Instructions can be found on the Workstation Setup page. This step also covers dbt installation.

3. Setup profiles.yml

Since dbt compiles and runs SQL in our data warehouse, dbt needs to connect to the warehouse. The profiles.yml provides dbt with the necessary information to make the connection.

Your profiles.yml file should be stored in a directory called .dbt at your user/home directory level.

$ cd
$ ls -a
./ ../ .dbt ...

If you do not have the directory, then create the directory.

$ cd 
$ ls -a
./ ../ ...
$ mkdir .dbt

In .dbt create the profiles.yml file.

$ cd .dbt/
$ touch profiles.yml

The contents of the profiles.yml file is specific to each developer's access to Snowflake. Instructions to request access can be found here. If you have been provided your Snowflake profile information, then enter it the profiles.yml. It is recommended to open profiles.yml via VSCode to enter in your profile information rather than from the command line.

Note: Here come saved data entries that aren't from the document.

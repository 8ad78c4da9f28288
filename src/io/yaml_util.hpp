// Small helpers for reading YAML files with errors that name the file, line and key.
#pragma once

#include <yaml-cpp/yaml.h>

#include <initializer_list>
#include <string>
#include <string_view>
#include <vector>

namespace firmcall::detail {

/// Line (1-based) of a node, or 0 when yaml-cpp has no mark for it.
std::size_t yaml_line(const YAML::Node& node);

/// Parses a YAML document; syntax errors become InputError("file:line: ..."), and so does a
/// second document (after `---`), which would otherwise be ignored silently.
YAML::Node yaml_load(const std::string& text, const std::string& origin);

/// Reads a file into a string; InputError when it cannot be read.
std::string read_text_file(const std::string& path);

/// The same, refusing (before reading) a file larger than `max_bytes` with an InputError naming
/// the file, its size and the cap; `what` names the kind of file ("scenario file").
std::string read_text_file(const std::string& path, std::size_t max_bytes, std::string_view what);

/// Scalar as a finite double; InputError naming origin, line and key otherwise.
double yaml_number(const YAML::Node& node, const std::string& origin, std::string_view key);

/// Scalar as a string; InputError unless the node is a scalar.
std::string yaml_string(const YAML::Node& node, const std::string& origin, std::string_view key);

/// Throws InputError for the first key of a map not in `allowed` (with a suggestion when one
/// allowed key is close), or when `node` is not a map.
void yaml_check_keys(const YAML::Node& node, std::initializer_list<std::string_view> allowed,
                     const std::string& origin, std::string_view where);

/// The closest candidate by edit distance when it is within 2 edits, else empty.
std::string closest_name(std::string_view name, std::initializer_list<std::string_view> candidates);
/// The same for a run-time list of candidates (e.g. the sector names of a book).
std::string closest_name(std::string_view name, const std::vector<std::string>& candidates);

}  // namespace firmcall::detail
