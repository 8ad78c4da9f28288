#include "firmcall/io/obligor_io.hpp"

#include <algorithm>
#include <cstdio>
#include <memory>
#include <string_view>
#include <unordered_map>
#include <unordered_set>

#include "firmcall/book/errors.hpp"
#include "firmcall/io/csv.hpp"
#include "firmcall/io/yaml_book_reader.hpp"
#include "io/yaml_util.hpp"

namespace firmcall {

namespace {
bool ends_with(const std::string& s, std::string_view suffix) {
  return s.size() >= suffix.size() && s.compare(s.size() - suffix.size(), suffix.size(), suffix) == 0;
}

}  // namespace

BookFormat book_format_of(const std::string& path) {
  if (ends_with(path, ".yaml") || ends_with(path, ".yml")) return BookFormat::yaml;
  if (ends_with(path, ".csv")) return BookFormat::csv;
  throw InputError("'" + path + "': unknown book format (name it .yaml, .yml or .csv)");
}

namespace {
Book read_yaml_book(YamlBookReader& reader, const std::string& origin) {
  Book book;
  book.origin = origin;
  while (reader.next(book.obligors.emplace_back())) {
  }
  book.obligors.pop_back();
  book.label = reader.label();
  book.as_of = reader.as_of();
  book.defaults = reader.defaults();
  mark_duplicate_ids(book.obligors);
  return book;
}
}  // namespace

Book parse_yaml_book(const std::string& text, const std::string& origin) {
  YamlBookReader reader(text, origin);
  return read_yaml_book(reader, origin);
}

namespace detail {

CsvColumns parse_csv_header(std::string_view& rest, std::size_t& line, const std::string& origin, BookUse use,
                            std::vector<std::string>& notes) {
  if (rest.substr(0, 3) == "\xEF\xBB\xBF") rest.remove_prefix(3);
  // Skip leading blank lines before the header.
  while (!rest.empty() && (rest.front() == '\n' || rest.front() == '\r')) {
    if (rest.front() == '\n') ++line;
    rest.remove_prefix(1);
  }
  if (rest.empty()) throw InputError(located(origin, 0, "empty file: a header row is required"));
  std::vector<std::string_view> fields;
  std::string scratch;
  bool unterminated = false;
  const std::size_t used = split_csv_record(rest, fields, scratch, unterminated);
  CsvColumns cols = CsvColumns::from_header(fields, origin, use);
  for (const auto& u : cols.unused)
    notes.push_back(located(origin, line, "note: column '" + u + "' is not used"));
  line += count_lines(rest.substr(0, used));
  rest.remove_prefix(used);
  return cols;
}

std::size_t parse_csv_records(std::string_view& rest, std::size_t& line, const CsvColumns& cols,
                              std::size_t max_records, std::vector<ObligorRecord>& out, CsvParseScratch& sc) {
  std::size_t last_line = 0;  // line of the last record that is not blank
  std::size_t taken = 0;
  while (!rest.empty() && taken < max_records) {
    const std::size_t record_line = line;
    std::size_t stray = kNoStrayQuote;
    bool unterminated = false;
    const std::size_t used = split_csv_record(rest, sc.fields, sc.unescaped, unterminated, &stray);
    const std::string_view raw = rest.substr(0, used);
    line += count_lines(raw);
    rest.remove_prefix(used);
    if (sc.fields.size() == 1 && sc.fields[0].find_first_not_of(" \t") == std::string_view::npos)
      continue;  // blank
    last_line = record_line;
    ++taken;
    ObligorRecord& rec = out.emplace_back();
    rec.line = record_line;
    if (raw.size() > kMaxCsvRecordBytes) {  // the limit of every command that reads a book
      rec.read_error = record_too_long_problem();
      continue;
    }
    parse_obligor_fields(sc.fields, cols, rec);
    if (unterminated) {
      rec.read_error = "a quoted field is never closed";
    } else if (stray != kNoStrayQuote) {
      rec.read_error = stray_quote_problem(cols.name_of(stray), sc.fields[stray]);
    }
  }
  return last_line;
}

}  // namespace detail

Book parse_csv_book(const std::string& text, const std::string& origin, BookUse use) {
  Book book;
  book.origin = origin;
  std::string_view rest(text);
  std::size_t line = 1;
  const CsvColumns cols = detail::parse_csv_header(rest, line, origin, use, book.notes);
  detail::CsvParseScratch scratch;
  const std::size_t last_line =
      detail::parse_csv_records(rest, line, cols, static_cast<std::size_t>(-1), book.obligors, scratch);
  if (last_line != 0 && text.back() != '\n' && text.back() != '\r') {
    book.notes.push_back(located(origin, last_line, no_final_line_break_note()));
  }
  mark_duplicate_ids(book.obligors);
  return book;
}

Book load_book(const std::string& path, BookUse use) {
  if (book_format_of(path) == BookFormat::yaml) {
    std::unique_ptr<std::FILE, int (*)(std::FILE*)> in(std::fopen(path.c_str(), "rb"), &std::fclose);
    if (!in) throw InputError("cannot open file '" + path + "'");
    YamlBookReader reader(in.get(), path);
    Book book = read_yaml_book(reader, path);
    if (std::ferror(in.get())) throw InputError("cannot read file '" + path + "'");
    return book;
  }
  return parse_csv_book(detail::read_text_file(path), path, use);
}

void mark_duplicate_ids(std::vector<ObligorRecord>& obligors) {
  std::unordered_map<std::string_view, std::size_t> first;
  first.reserve(obligors.size());
  for (auto& rec : obligors) {
    const std::string& id = rec.get(TextField::id);
    if (id.empty()) continue;
    const auto [it, inserted] = first.emplace(id, rec.line);
    if (!inserted && rec.read_error.empty()) {
      rec.read_error = "field 'id': duplicate of the obligor at line " + std::to_string(it->second);
    }
  }
}

}  // namespace firmcall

For example, a profiles.yml should look similar to

<profile_name>:
outputs:
dev:
account: <account>
authenticator: externalbrowser
database: <database>
role: <role>
schema: <schema>
threads: 1
type: snowflake
user: <cruzid>@ucsc.edu
warehouse: <warehouse>
target: <target>
Configuration KeyDefinition
my_projectThis is defining a profile - this specific name should be the profile that is referenced in our dbt_project.yml
target: devThis is the default environment that will be used during our runs.
outputs:This is a prompt to start defining targets and their configurations. You likely won't need more than dev, but this and any other targets you define can be used to accomplish certain functionalities throughout dbt.
dev:This is defining a target named dev.
type: [warehouse_name]This is the type of target connection we are using, based on our warehouse.
threads: 8This is the amount of concurrent models that can run against our warehouse, for this user, at one time when conducting a dbt run
account: [abc12345.us-west-1]Change this out to the warehouse's account.
user: [your_username]Change this to use your own username that you use to log in to the warehouse
password: [your_password]Change this to use your own password for the warehouse
role: transformerThis is the role that has the correct permissions for working in this project.
database: analyticsThis is the database name where our models will build
schema: dbt_[your_name]Change this to a custom name. Follow the convention dbt_[first initial][last_name]. This is the schema that models will build into / test from when conducting runs locally.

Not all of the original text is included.